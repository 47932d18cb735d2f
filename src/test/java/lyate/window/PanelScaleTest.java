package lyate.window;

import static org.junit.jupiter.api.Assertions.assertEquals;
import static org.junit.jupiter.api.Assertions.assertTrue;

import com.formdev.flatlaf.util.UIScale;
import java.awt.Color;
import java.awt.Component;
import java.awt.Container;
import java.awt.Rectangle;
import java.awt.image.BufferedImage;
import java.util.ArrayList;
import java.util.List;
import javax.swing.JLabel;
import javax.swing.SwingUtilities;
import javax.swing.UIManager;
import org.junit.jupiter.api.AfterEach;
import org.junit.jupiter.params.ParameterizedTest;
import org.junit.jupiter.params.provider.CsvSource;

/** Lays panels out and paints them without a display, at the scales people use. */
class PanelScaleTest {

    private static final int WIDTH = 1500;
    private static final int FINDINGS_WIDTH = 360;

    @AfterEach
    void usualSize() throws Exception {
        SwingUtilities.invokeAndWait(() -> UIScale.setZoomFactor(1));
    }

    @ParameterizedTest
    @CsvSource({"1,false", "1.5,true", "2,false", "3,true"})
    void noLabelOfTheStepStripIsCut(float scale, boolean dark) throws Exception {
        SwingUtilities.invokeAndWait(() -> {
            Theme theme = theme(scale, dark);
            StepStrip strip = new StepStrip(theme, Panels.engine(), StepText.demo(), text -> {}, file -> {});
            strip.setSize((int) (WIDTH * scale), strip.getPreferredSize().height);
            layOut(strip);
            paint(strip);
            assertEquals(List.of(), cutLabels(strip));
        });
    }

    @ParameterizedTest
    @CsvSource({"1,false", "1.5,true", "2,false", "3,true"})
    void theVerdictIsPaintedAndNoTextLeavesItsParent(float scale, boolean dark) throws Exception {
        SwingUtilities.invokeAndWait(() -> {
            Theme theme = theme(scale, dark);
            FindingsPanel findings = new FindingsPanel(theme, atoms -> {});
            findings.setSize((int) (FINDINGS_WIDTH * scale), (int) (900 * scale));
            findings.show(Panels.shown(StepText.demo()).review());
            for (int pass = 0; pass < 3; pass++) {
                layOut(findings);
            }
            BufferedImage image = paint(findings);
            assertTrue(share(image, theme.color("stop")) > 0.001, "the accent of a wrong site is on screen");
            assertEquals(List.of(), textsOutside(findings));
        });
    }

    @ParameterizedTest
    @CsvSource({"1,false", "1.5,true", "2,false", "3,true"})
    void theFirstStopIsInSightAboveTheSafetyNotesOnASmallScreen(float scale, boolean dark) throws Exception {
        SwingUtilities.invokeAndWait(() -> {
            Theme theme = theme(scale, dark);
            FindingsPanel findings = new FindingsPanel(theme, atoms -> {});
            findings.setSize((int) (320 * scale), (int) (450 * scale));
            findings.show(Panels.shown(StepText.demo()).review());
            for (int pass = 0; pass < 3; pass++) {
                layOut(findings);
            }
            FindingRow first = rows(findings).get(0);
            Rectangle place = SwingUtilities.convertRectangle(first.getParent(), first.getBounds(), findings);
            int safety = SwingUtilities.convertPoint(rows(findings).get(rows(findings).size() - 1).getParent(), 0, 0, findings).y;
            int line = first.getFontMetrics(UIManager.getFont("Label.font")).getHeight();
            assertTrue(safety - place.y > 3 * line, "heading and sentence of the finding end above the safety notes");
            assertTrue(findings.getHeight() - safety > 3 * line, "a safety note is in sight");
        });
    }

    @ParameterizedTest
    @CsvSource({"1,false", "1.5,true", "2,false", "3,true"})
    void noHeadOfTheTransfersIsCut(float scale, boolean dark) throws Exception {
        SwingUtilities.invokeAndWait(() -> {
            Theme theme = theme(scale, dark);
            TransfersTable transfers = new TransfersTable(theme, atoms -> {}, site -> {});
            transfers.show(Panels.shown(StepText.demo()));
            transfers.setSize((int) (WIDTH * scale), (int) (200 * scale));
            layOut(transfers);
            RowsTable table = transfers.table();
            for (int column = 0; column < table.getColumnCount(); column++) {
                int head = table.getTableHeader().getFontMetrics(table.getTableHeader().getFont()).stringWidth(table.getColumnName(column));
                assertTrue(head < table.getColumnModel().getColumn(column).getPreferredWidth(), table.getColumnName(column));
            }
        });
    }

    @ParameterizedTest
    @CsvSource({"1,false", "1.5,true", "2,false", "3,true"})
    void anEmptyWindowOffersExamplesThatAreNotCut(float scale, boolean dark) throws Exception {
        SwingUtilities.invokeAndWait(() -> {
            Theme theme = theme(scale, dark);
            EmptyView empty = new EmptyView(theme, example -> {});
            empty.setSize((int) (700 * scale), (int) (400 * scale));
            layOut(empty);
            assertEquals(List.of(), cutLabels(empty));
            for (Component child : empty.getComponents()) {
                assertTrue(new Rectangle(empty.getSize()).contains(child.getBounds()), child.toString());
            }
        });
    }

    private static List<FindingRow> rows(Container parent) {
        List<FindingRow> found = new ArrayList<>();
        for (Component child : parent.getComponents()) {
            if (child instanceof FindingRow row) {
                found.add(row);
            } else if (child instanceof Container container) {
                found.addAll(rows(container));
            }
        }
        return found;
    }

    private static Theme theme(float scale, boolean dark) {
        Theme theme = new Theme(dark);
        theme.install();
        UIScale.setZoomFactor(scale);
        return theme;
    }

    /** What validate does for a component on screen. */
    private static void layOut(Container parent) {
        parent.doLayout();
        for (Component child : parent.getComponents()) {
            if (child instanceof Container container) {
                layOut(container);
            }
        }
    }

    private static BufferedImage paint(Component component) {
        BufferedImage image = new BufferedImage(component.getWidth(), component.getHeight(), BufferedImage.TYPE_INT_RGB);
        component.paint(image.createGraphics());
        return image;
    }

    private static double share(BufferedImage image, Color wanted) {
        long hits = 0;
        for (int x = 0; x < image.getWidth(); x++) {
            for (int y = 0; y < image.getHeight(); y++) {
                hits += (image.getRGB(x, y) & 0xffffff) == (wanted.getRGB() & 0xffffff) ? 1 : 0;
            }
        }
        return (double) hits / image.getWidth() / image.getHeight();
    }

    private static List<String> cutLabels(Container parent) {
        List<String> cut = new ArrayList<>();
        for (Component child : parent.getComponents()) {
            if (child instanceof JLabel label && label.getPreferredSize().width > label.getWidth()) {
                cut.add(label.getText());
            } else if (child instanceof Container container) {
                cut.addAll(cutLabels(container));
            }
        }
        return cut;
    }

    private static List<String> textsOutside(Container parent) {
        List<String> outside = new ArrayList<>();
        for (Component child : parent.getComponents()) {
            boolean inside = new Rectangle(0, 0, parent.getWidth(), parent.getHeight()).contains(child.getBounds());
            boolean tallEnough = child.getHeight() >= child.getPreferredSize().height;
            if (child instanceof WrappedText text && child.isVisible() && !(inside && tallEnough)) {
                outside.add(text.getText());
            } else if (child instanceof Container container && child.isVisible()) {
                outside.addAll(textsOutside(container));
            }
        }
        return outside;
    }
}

==

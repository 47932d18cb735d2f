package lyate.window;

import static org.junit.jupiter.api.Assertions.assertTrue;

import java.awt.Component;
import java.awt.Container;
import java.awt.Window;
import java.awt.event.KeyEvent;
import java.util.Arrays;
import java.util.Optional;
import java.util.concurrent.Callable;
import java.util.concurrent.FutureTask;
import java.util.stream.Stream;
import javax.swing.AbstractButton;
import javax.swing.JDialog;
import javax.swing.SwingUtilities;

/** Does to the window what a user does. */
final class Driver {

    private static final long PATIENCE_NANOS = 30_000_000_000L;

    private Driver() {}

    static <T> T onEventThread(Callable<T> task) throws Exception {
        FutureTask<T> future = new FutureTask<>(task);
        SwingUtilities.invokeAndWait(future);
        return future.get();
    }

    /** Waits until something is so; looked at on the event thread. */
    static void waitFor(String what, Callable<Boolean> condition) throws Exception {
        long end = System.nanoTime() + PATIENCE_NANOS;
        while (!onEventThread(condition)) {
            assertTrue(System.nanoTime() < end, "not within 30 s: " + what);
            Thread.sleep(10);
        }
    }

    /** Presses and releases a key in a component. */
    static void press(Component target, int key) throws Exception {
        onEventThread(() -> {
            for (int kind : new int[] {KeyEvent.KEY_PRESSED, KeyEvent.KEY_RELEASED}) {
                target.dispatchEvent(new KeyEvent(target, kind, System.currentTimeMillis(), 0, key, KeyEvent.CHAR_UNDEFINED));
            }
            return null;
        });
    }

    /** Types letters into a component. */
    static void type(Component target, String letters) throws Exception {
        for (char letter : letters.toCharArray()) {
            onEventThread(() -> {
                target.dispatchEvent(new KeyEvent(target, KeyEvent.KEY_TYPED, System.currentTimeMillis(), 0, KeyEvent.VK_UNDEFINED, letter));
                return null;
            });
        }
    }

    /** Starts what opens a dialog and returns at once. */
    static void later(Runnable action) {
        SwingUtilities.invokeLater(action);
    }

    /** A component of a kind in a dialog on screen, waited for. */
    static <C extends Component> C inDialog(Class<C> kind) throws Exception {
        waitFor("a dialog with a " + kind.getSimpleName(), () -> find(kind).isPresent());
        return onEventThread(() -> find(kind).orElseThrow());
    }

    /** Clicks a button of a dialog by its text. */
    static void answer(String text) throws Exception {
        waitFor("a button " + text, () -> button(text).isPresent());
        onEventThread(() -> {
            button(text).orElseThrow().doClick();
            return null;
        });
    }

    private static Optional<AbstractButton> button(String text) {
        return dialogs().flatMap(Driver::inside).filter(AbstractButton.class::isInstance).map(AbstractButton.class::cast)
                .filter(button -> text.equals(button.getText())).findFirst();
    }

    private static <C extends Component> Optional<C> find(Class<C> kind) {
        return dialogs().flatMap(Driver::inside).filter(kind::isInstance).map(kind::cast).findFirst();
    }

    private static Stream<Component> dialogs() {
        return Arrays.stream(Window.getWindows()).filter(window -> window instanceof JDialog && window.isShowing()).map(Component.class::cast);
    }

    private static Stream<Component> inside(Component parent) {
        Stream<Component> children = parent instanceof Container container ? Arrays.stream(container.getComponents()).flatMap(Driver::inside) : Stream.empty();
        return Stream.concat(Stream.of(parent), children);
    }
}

Description of the task: Look above for the line containing "import javax.swing.AbstractButton;" and the line containing "FutureTask<T> future = new". Transcribe both, with the lines between them, exactly.

Task result:
import javax.swing.AbstractButton;
import javax.swing.JDialog;
import javax.swing.SwingUtilities;

/** Does to the window what a user does. */
final class Driver {

    private static final long PATIENCE_NANOS = 30_000_000_000L;

    private Driver() {}

    static <T> T onEventThread(Callable<T> task) throws Exception {
        FutureTask<T> future = new FutureTask<>(task);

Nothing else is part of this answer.